[Entries taken from a collection]
++++++++++++++++++++
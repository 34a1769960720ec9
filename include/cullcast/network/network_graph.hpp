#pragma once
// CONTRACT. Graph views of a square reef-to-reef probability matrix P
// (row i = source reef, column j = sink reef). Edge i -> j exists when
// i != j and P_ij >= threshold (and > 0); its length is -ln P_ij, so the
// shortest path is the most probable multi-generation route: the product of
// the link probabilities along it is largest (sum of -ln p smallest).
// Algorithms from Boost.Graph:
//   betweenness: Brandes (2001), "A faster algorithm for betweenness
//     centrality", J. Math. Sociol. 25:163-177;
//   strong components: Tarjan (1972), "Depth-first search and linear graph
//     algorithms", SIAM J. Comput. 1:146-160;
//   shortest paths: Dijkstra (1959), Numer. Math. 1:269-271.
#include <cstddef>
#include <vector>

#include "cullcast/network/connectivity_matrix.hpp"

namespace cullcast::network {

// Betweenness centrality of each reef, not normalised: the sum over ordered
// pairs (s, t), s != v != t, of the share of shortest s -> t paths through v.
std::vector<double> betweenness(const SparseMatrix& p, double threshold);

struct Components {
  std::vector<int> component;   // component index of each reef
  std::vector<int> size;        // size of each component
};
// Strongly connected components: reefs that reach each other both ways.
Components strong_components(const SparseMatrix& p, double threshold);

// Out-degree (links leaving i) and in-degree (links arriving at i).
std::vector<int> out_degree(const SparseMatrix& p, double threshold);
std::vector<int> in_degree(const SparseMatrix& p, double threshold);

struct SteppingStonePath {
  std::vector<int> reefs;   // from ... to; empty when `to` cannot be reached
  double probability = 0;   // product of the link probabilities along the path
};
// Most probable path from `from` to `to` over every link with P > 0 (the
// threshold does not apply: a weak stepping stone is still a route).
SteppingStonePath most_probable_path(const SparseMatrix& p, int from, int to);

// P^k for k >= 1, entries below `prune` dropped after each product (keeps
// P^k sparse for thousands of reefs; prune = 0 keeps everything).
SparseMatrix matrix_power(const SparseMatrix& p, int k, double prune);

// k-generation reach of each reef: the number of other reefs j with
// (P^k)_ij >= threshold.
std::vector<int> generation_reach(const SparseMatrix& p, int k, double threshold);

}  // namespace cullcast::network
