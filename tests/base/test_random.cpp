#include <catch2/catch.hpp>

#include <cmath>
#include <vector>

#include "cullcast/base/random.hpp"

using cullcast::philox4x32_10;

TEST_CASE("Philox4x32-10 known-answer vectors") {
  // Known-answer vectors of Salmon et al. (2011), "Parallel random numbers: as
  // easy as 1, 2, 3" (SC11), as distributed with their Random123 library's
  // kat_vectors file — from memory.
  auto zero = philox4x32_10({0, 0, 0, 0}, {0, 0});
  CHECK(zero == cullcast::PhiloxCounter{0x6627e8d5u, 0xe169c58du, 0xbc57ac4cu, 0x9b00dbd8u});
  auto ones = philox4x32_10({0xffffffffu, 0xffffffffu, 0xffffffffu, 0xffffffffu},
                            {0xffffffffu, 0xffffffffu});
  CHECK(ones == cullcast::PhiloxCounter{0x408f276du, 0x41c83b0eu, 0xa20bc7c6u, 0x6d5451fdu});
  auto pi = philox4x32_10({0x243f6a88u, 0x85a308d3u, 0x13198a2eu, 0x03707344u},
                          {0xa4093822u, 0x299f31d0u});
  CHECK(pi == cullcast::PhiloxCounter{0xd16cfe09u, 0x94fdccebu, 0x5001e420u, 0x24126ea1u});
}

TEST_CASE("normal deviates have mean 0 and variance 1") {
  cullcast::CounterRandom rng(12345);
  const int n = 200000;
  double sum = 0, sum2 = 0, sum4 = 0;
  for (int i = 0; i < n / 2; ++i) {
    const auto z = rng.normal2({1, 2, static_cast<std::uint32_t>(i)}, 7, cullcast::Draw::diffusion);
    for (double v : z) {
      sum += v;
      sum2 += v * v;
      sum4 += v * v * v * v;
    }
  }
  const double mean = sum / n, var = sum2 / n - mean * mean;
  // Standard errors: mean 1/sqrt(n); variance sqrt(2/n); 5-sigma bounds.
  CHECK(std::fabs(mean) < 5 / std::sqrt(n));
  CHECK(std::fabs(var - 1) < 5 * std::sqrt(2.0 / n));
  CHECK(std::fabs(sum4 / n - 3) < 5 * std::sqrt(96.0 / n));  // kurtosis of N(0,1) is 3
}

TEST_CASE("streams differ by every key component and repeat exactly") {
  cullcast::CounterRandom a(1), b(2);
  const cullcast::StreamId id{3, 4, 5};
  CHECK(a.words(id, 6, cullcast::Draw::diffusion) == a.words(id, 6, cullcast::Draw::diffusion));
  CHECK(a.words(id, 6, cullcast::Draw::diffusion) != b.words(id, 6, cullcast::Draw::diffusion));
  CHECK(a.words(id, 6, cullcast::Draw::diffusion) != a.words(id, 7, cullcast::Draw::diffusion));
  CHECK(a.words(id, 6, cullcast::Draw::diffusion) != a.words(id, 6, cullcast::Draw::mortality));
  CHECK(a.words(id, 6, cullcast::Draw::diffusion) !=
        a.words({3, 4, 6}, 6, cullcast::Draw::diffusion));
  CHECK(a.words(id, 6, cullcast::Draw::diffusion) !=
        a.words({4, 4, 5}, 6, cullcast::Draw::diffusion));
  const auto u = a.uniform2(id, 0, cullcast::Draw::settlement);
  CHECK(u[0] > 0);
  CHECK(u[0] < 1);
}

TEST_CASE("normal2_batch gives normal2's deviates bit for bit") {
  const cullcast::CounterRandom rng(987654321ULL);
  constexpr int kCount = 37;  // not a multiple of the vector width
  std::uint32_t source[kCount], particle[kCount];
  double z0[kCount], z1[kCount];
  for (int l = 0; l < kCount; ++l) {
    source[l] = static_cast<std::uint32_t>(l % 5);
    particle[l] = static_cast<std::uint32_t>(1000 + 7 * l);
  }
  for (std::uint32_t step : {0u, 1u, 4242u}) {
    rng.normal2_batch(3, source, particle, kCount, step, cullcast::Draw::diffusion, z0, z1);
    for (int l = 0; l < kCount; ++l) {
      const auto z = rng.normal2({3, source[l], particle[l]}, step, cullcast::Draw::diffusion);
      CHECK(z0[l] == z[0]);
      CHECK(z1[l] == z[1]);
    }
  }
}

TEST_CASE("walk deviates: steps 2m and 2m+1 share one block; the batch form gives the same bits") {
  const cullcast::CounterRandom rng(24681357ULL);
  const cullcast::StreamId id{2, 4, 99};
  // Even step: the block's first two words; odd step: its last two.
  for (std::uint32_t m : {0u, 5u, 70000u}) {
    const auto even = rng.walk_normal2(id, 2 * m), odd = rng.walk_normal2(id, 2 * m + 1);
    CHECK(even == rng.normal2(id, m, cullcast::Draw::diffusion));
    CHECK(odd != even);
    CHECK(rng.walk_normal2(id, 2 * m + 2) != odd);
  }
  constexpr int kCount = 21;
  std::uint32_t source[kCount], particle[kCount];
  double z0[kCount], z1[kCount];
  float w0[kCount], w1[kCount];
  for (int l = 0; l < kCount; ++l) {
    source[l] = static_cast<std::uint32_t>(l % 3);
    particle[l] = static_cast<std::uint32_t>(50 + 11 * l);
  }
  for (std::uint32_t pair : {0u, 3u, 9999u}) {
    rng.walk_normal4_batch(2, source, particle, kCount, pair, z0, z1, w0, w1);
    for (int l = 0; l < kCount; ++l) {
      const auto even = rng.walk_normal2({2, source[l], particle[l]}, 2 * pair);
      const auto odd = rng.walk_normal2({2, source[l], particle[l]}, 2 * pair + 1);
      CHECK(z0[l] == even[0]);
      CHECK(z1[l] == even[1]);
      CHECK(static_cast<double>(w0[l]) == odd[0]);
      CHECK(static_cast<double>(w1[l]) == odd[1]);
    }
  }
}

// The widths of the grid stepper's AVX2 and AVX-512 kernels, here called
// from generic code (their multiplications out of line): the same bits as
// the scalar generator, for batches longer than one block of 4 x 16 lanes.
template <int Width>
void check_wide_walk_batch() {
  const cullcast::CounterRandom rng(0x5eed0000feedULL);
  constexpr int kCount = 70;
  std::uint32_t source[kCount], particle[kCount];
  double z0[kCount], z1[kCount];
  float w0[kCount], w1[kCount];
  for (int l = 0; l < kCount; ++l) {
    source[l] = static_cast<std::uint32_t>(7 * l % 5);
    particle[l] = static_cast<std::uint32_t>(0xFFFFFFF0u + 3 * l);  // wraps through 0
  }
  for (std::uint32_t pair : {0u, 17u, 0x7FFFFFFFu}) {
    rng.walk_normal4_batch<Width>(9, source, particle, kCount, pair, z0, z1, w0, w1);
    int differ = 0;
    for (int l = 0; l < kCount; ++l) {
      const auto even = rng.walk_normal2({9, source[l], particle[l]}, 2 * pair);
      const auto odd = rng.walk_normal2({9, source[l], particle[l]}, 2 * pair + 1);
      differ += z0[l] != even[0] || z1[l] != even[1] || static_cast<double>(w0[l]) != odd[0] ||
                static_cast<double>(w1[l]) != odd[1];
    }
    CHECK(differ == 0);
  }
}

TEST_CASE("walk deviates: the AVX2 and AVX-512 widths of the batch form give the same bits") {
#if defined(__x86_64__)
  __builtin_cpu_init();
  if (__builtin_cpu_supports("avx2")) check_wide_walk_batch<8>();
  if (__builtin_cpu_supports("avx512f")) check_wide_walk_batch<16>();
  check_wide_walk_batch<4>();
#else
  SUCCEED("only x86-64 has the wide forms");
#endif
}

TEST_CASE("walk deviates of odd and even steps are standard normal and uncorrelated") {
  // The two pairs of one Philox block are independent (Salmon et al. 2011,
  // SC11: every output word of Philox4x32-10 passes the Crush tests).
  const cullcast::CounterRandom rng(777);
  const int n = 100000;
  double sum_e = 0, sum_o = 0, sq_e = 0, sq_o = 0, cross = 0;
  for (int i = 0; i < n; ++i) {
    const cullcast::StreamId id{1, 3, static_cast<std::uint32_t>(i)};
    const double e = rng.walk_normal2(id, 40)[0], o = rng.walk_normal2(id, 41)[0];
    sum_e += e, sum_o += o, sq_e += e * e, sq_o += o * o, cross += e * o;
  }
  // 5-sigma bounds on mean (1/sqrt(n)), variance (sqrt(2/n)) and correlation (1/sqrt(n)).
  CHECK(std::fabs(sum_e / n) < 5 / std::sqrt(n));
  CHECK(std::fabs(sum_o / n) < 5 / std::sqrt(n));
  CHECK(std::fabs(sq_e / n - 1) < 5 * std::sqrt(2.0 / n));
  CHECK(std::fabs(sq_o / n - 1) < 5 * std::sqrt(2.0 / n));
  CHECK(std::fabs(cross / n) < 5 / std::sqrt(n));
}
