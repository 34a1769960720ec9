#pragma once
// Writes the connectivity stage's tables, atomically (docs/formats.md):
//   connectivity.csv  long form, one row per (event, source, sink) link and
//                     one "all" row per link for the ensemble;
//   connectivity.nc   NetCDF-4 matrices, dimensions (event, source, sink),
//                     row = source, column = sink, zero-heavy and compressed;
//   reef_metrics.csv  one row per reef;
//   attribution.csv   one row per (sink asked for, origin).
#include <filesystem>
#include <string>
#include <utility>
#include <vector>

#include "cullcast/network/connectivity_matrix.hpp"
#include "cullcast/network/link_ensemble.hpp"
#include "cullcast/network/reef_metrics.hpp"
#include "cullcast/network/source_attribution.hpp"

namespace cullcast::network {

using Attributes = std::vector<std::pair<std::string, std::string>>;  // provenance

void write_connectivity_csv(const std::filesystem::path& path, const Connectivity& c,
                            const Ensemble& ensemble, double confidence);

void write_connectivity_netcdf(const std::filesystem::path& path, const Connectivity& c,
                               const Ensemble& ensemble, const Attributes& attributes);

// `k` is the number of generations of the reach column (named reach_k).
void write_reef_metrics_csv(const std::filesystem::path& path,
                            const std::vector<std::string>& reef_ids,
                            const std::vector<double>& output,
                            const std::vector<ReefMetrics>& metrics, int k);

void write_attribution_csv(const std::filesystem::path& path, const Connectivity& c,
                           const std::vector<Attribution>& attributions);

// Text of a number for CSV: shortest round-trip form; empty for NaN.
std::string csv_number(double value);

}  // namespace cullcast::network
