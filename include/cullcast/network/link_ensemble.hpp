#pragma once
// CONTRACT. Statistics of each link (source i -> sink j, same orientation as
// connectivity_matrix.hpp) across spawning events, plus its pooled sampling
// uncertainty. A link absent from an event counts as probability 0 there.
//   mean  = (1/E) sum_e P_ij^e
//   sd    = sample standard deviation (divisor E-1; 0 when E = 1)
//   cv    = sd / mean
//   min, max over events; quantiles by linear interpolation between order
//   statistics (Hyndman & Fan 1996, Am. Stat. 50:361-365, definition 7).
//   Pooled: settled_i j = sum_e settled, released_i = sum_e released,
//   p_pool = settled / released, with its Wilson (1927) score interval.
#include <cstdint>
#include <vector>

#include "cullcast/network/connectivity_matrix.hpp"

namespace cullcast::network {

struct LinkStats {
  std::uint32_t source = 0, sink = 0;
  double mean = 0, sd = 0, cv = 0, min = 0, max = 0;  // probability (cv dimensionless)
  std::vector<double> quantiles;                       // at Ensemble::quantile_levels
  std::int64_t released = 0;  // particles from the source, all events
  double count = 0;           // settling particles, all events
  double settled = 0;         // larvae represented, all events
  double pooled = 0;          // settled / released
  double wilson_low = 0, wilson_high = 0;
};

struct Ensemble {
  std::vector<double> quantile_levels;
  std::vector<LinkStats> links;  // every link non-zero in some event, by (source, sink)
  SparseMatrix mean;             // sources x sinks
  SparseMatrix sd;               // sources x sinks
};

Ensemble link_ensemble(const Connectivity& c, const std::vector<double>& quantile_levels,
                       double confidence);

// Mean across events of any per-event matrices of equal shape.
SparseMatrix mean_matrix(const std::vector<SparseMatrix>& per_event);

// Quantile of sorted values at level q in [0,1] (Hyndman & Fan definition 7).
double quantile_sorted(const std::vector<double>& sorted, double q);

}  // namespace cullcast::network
++++++++++++++++++++
* [Task goal] Extract from the records above the lines from the one containing "const int n = 200000;" to the one containing "const auto u", both lines included, exactly as they appear and with nothing else.

* [Your solution]
  const int n = 200000;
  double sum = 0, sum2 = 0, sum4 = 0;
  for (int i = 0; i < n / 2; ++i) {
    const auto z = rng.normal2({1, 2, static_cast<std::uint32_t>(i)}, 7, cullcast::Draw::diffusion);
    for (double v : z) {
      sum += v;
      sum2 += v * v;
      sum4 += v * v * v * v;
    }
  }
  const double mean = sum / n, var = sum2 / n - mean * mean;
  // Standard errors: mean 1/sqrt(n); variance sqrt(2/n); 5-sigma bounds.
  CHECK(std::fabs(mean) < 5 / std::sqrt(n));
  CHECK(std::fabs(var - 1) < 5 * std::sqrt(2.0 / n));
  CHECK(std::fabs(sum4 / n - 3) < 5 * std::sqrt(96.0 / n));  // kurtosis of N(0,1) is 3
}

TEST_CASE("streams differ by every key component and repeat exactly") {
  cullcast::CounterRandom a(1), b(2);
  const cullcast::StreamId id{3, 4, 5};
  CHECK(a.words(id, 6, cullcast::Draw::diffusion) == a.words(id, 6, cullcast::Draw::diffusion));
  CHECK(a.words(id, 6, cullcast::Draw::diffusion) != b.words(id, 6, cullcast::Draw::diffusion));
  CHECK(a.words(id, 6, cullcast::Draw::diffusion) != a.words(id, 7, cullcast::Draw::diffusion));
  CHECK(a.words(id, 6, cullcast::Draw::diffusion) != a.words(id, 6, cullcast::Draw::mortality));
  CHECK(a.words(id, 6, cullcast::Draw::diffusion) !=
        a.words({3, 4, 6}, 6, cullcast::Draw::diffusion));
  CHECK(a.words(id, 6, cullcast::Draw::diffusion) !=
        a.words({4, 4, 5}, 6, cullcast::Draw::diffusion));
  const auto u = a.uniform2(id, 0, cullcast::Draw::settlement);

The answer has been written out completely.